No. Been thought of and tried before and it's a terrible idea. Practice skating more.


----------



## freshy (Nov 18, 2009)

There was a swivel thing like that that came out in the 90's, it disappeared even before step in bindings went the way of the dodo.


----------



## speedjason (May 2, 2013)

It's not a very good idea.You can do that on a skate board because skate board is narrow so you can pressure the board to make it turn. Snowboard is wide and you need more leverage to turn.


----------



## snowklinger (Aug 30, 2011)

Don't listen to the haters, spend a ton of time and energy on this. Money too.

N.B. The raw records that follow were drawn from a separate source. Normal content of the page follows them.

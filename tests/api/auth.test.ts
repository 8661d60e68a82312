import { afterAll, beforeAll, describe, expect, it } from 'vitest'
import type { Role } from '@/lib/members/roles'
import { DOORS } from '@/tests/api/authorisation-table'
import { newClient, signIn, signOut, trySignIn, type Client } from '@/tests/setup/client'
import { seedMember, seedMembers, startRefused, startServer, type SeededMember, type TestServer } from '@/tests/setup/server'

const HOUR_MS = 3_600_000
const COOKIE = 'next-auth.session-token'

let server: TestServer
let members: Record<Role, SeededMember>

beforeAll(async () => {
  server = await startServer()
  members = await seedMembers()
  const { buildFoundry } = await import('@/tests/factories/shell-room')
  await buildFoundry()
})
afterAll(() => server.stop())

const health = async (): Promise<unknown> => (await newClient(server.baseUrl).fetch('/api/health')).json()
/** Whether the queue opens for this client. */
async function isIn(client: Client): Promise<boolean> {
  const { status } = await client.fetch('/api/v1/queue')
  expect([200, 401]).toContain(status)
  return status === 200
}
const enter = ({ email, password }: SeededMember) => signIn(server.baseUrl, email, password)
/** Another browser with a copy of the cookies. */
const copyOf = ({ baseUrl, cookies }: Client) => newClient(baseUrl, new Map(cookies))

describe('signing in', () => {
  it('opens the floor', async () => {
    expect(await isIn(newClient(server.baseUrl))).toBe(false)
    expect(await isIn(await enter(members.operator))).toBe(true)
  })

  it('is where a stranger is sent, and from where one comes back', async () => {
    const response = await newClient(server.baseUrl).fetch('/floor')
    expect(response.status).toBe(307)
    expect(response.headers.get('location')).toBe('/sign-in?callbackUrl=%2Ffloor')
    expect((await (await enter(members.operator)).fetch('/floor')).status).toBe(200)
  })

  it('takes the e-mail in any case', async () => {
    expect(await isIn(await signIn(server.baseUrl, 'OPERATOR@Kilnward.Example', members.operator.password))).toBe(true)
  })

  it('keeps the session cookie from scripts and other sites', async () => {
    const { setCookies } = await trySignIn(newClient(server.baseUrl), members.crew.email, members.crew.password)
    const line = setCookies.find((cookie) => cookie.startsWith(`${COOKIE}=`))
    expect(line).toMatch(/; Path=\/;/)
    expect(line).toMatch(/; HttpOnly/)
    expect(line).toMatch(/; SameSite=Lax/i)
  })

  it('puts neither name, e-mail nor role into the cookie', async () => {
    const { decode } = await import('next-auth/jwt')
    const client = await enter(members.crew)
    const secret = 'a secret of the tests, long enough for any of them'
    const token = await decode({ token: client.cookies.get(COOKIE) ?? '', secret })
    expect(Object.keys(token ?? {}).toSorted()).toEqual(['exp', 'iat', 'jti', 'sid', 'sub'])
  })

  it('answers a wrong password, an unknown e-mail and a disabled member alike', async () => {
    const { Member } = await import('@/models')
    const gone = await seedMember('crew', { email: 'gone@kilnward.example' })
    await Member.update({ disabledAt: Date.now() }, { where: { id: gone.id } })
    const tries = [
      [members.crew.email, 'not this one'],
      ['nobody@kilnward.example', 'not this one'],
      [gone.email, gone.password],
    ] as const
    for (const [email, password] of tries) {
      const { status, error, setCookies } = await trySignIn(newClient(server.baseUrl), email, password)
      expect({ status, error }).toEqual({ status: 401, error: 'CredentialsSignin' })
      expect(setCookies.some((cookie) => cookie.startsWith(COOKIE))).toBe(false)
    }
  })

  it('makes the sixth try wait, and says for how long', async () => {
    const client = newClient(server.baseUrl)
    for (let count = 0; count < 5; count += 1) {
      expect((await trySignIn(client, 'guessed@kilnward.example', 'wrong')).error).toBe('CredentialsSignin')
    }
    expect((await trySignIn(client, 'guessed@kilnward.example', 'wrong')).error).toMatch(/^WAIT:(?:[12]?\d|30)$/)
  })

  it.each(['https://evil.example/x', '//evil.example/x', '/\\evil.example', 'javascript:alert(1)'])(
    'never leads to %s',
    async (callbackUrl) => {
      const client = newClient(server.baseUrl)
      const response = await client.fetch(`/api/auth/signin?callbackUrl=${encodeURIComponent(callbackUrl)}`)
      const target = new URL(response.headers.get('location') ?? '', server.baseUrl)
      expect(target.pathname).toBe('/sign-in')
      expect(new URL(target.searchParams.get('callbackUrl') ?? '/', server.baseUrl).origin).toBe(server.baseUrl)
    },
  )

  it('takes an address to come back to that is none for a mistake of the asker', async () => {
    const response = await newClient(server.baseUrl).fetch(`/api/auth/signin?callbackUrl=${encodeURIComponent('>;')}`)
    expect(response.status).toBe(400)
    expect(response.headers.get('content-type')).toBe('application/problem+json')
  })

  it('keeps strangers from writing into the log', async () => {
    const body = new URLSearchParams({ level: 'error', code: 'PLANTED', message: 'planted line' }).toString()
    const headers = { 'content-type': 'application/x-www-form-urlencoded' }
    const response = await newClient(server.baseUrl).fetch('/api/auth/_log', { method: 'POST', headers, body })
    expect(response.status).toBe(204)
    expect(server.output()).not.toContain('PLANTED')
  })
})

describe('a session', () => {
  it('is dead after signing out, for a copied cookie too', async () => {
    const client = await enter(members.operator)
    const copy = copyOf(client)
    expect(await isIn(copy)).toBe(true)
    expect((await signOut(client)).status).toBe(200)
    expect(client.cookies.has(COOKIE)).toBe(false)
    expect(await isIn(copy)).toBe(false)
    expect(await (await copyOf(copy).fetch('/api/auth/session')).json()).toEqual({})
  })

  it('lives on elsewhere when another one is signed out', async () => {
    const [tablet, desk] = [await enter(members.operator), await enter(members.operator)]
    await signOut(tablet)
    expect(await isIn(desk)).toBe(true)
  })

  it('ends with the next request once the member is disabled', async () => {
    const { Member } = await import('@/models')
    const leaver = await seedMember('supervisor', { email: 'leaver@kilnward.example' })
    const client = await enter(leaver)
    expect(await isIn(client)).toBe(true)
    await Member.update({ disabledAt: Date.now() }, { where: { id: leaver.id } })
    expect(await isIn(client)).toBe(false)
  })

  it('has the role of this moment, not of the sign-in', async () => {
    const { Member } = await import('@/models')
    const mover = await seedMember('owner', { email: 'mover@kilnward.example' })
    const client = await enter(mover)
    const roleNow = async (): Promise<unknown> => (await copyOf(client).fetch('/api/auth/session')).json()
    expect(await roleNow()).toMatchObject({ user: { role: 'owner' } })
    await Member.update({ role: 'crew', name: 'Moved Member' }, { where: { id: mover.id } })
    expect(await roleNow()).toMatchObject({ user: { role: 'crew', name: 'Moved Member' } })
  })

  it('loses the rights of its role with the next request', async () => {
    const { Member } = await import('@/models')
    const demoted = await seedMember('operator', { email: 'demoted@kilnward.example' })
    const client = await enter(demoted)
    expect((await client.send('POST', '/api/v1/dips', {})).status).toBe(422)
    await Member.update({ role: 'crew' }, { where: { id: demoted.id } })
    const refused = await client.send('POST', '/api/v1/dips', {})
    expect(refused.status).toBe(403)
    expect(await refused.json()).toMatchObject({
      type: 'urn:kilnward:problem:forbidden',
      detail: 'This needs the role operator or one above it.',
    })
    expect(await isIn(client)).toBe(true)
  })

  it('ends twelve hours after the sign-in, however often it was used', async () => {
    const { Session } = await import('@/models')
    const client = await enter(members.owner)
    const { sid } = await sessionIdOf(client)
    const createdAt = Date.now() - 12 * HOUR_MS - 1000
    await Session.update({ createdAt, expiresAt: createdAt + 12 * HOUR_MS + 60_000 }, { where: { id: sid } })
    await client.fetch('/api/auth/session')
    expect(await isIn(client)).toBe(true)
    await Session.update({ expiresAt: createdAt + 12 * HOUR_MS }, { where: { id: sid } })
    expect(await isIn(client)).toBe(false)
  })

  it('is not there for a meddled cookie, and a thousand of them write one line', async () => {
    const client = await enter(members.crew)
    const token = client.cookies.get(COOKIE) ?? ''
    const meddled = newClient(server.baseUrl, new Map([[COOKIE, `${token.slice(0, -4)}AAAA`]]))
    expect(await isIn(meddled)).toBe(false)
    const before = server.output().split('JWT_SESSION_ERROR').length
    for (let count = 0; count < 20; count += 1) {
      await fetch(`${server.baseUrl}/api/auth/session`, { headers: { cookie: `${COOKIE}=${token.slice(0, -4)}AAAA` } })
    }
    expect(server.output().split('JWT_SESSION_ERROR').length - before).toBeLessThanOrEqual(1)
  })

  it('is not opened by a token in an Authorization header', async () => {
    const token = (await enter(members.crew)).cookies.get(COOKIE) ?? ''
    const response = await fetch(`${server.baseUrl}/api/v1/queue`, { headers: { authorization: `Bearer ${token}` } })
    expect(response.status).toBe(401)
  })
})

async function sessionIdOf(client: Client): Promise<{ sid: string }> {
  const { decode } = await import('next-auth/jwt')
  const token = await decode({ token: client.cookies.get(COOKIE) ?? '', secret: 'a secret of the tests, long enough for any of them' })
  return { sid: String(token?.['sid']) }
}

describe('headers', () => {
  it.each(['/sign-in', '/floor', '/api/health', '/nowhere'])('%s is not sniffed, framed or referred from', async (path) => {
    const { headers } = await newClient(server.baseUrl).fetch(path)
    expect(headers.get('x-content-type-options')).toBe('nosniff')
    expect(headers.get('referrer-policy')).toBe('same-origin')
    expect(headers.get('content-security-policy')).toContain("frame-ancestors 'none'")
    expect(headers.has('x-powered-by')).toBe(false)
  })
})

describe('health', () => {
  it('is degraded while the worker does not move, and says no more', async () => {
    const { JobRun } = await import('@/models')
    expect(await health()).toEqual({ status: 'degraded' })
    const tickAt = Math.floor(Date.now() / 60_000) * 60_000
    const run = await JobRun.create({ job: 'watch-floor', tickAt, startedAt: tickAt, finishedAt: Date.now(), outcome: 'done' })
    expect(await health()).toEqual({ status: 'ok' })
    await run.update({ finishedAt: Date.now() - 3 * 60_000 - 1 })
    expect(await health()).toEqual({ status: 'degraded' })
  })
})

describe('an unexpected error', () => {
  it('shows nothing of itself to a browser, and is in the log', async () => {
    const { database } = await import('@/models')
    const client = await enter(members.owner)
    const reads = DOORS.filter(({ method, who, example }) => method === 'GET' && !['anybody', 'sensor'].includes(who) && !example)
    await database.query('ALTER TABLE sessions RENAME TO sessions_away')
    try {
      const { error } = await trySignIn(newClient(server.baseUrl), members.crew.email, members.crew.password)
      expect(error).toBe('UNAVAILABLE')
      for (const { route } of reads) {
        const response = await client.fetch(route.replaceAll(/\[[^\]]+\]/g, '1'))
        expect(response.status).toBe(500)
        expect(await response.json()).toEqual({
          type: 'urn:kilnward:problem:internal',
          title: 'internal',
          status: 500,
          detail: 'The server could not finish this request.',
        })
      }
      const page = await client.fetch('/floor')
      expect(await page.text()).not.toMatch(/sessions|SQLITE|sequelize/i)
      expect(server.output()).toContain('no such table: sessions')
    } finally {
      await database.query('ALTER TABLE sessions_away RENAME TO sessions')
    }
    expect(await isIn(client)).toBe(true)
  })
})

describe('secrets', () => {
  it('are never in the log', () => {
    const output = server.output()
    for (const { password } of Object.values(members)) expect(output).not.toContain(password)
    expect(output).not.toContain('a secret of the tests')
  })
})

describe('the start', () => {
  it.each([
    ['no secret', { NEXTAUTH_SECRET: '' }, 'NEXTAUTH_SECRET must be at least 32 characters.'],
    ['a short secret', { NEXTAUTH_SECRET: 'short' }, 'NEXTAUTH_SECRET must be at least 32 characters.'],
    ['no address', { NEXTAUTH_URL: '' }, 'NEXTAUTH_URL must be the address people open'],
    [
      'a contact that Apple refuses',
      { VAPID_SUBJECT: 'mailto:kilnward@localhost' },
      'VAPID_SUBJECT must be mailto: or https: with a real domain.',
    ],
    ['too few threads', { UV_THREADPOOL_SIZE: '' }, 'UV_THREADPOOL_SIZE must be at least 16'],
  ])('is refused with %s, in one line', async (_name, env, sentence) => {
    const { code, output } = await startRefused(env)
    expect(code).toBe(1)
    const lines = output.split('\n').filter((line) => line.includes('"start.refused"'))
    expect(lines).toHaveLength(1)
    expect(lines[0]).toContain(sentence)
  })
})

Keep us posted so we can be part of the new dawn.


----------



## Kenai (Dec 15, 2013)

Amazing no one ever thought of this and it took a non-snowboarder to come up with it.


----------



## Argo (Feb 25, 2010)

jacob3c said:


> Hello,
> 
> So i'm not a snowboarder, but recently noticed something I thought of a solution too. When you are skating on your snowboard would it be convenient to be a able to hinge your front foot so that it is facing forward when your skating? I thought it would be nice to be able to face it forward when skating then rotate it back when your a ready to head down the slope. It would be the same as how you skate usually just without the awkwardness of a non-rotatable binding.


Fuck off spammer.


----------



## Thebombster (Feb 13, 2016)

Or you could just have your foot straight and learn how to skate one footed


----------



## poutanen (Dec 22, 2011)

jacob3c said:


> So i'm not a snowboarder


Clearly... why you on a snowboarding forum again?


----------



## Tubby Beaver (Jul 16, 2015)

Thebombster said:


> Or you could just have your foot straight and learn how to skate one footed


OR you can have a hinge surgically inserted into your lower leg, when it comes time to skate, just flip the switch and boom....your leg is facing the right way!


----------



## Psi-Man (Aug 31, 2009)

Argo said:


> Fuck off spammer.


Argo has assumed BA's mantle. 0


----------



## KIRKRIDER (Mar 18, 2008)

jacob3c said:


> Hello,
> 
> So i'm not a snowboarder, but recently noticed something I thought of a solution too. When you are skating on your snowboard would it be convenient to be a able to hinge your front foot so that it is facing forward when your skating? I thought it would be nice to be able to face it forward when skating then rotate it back when your a ready to head down the slope. It would be the same as how you skate usually just without the awkwardness of a non-rotatable binding.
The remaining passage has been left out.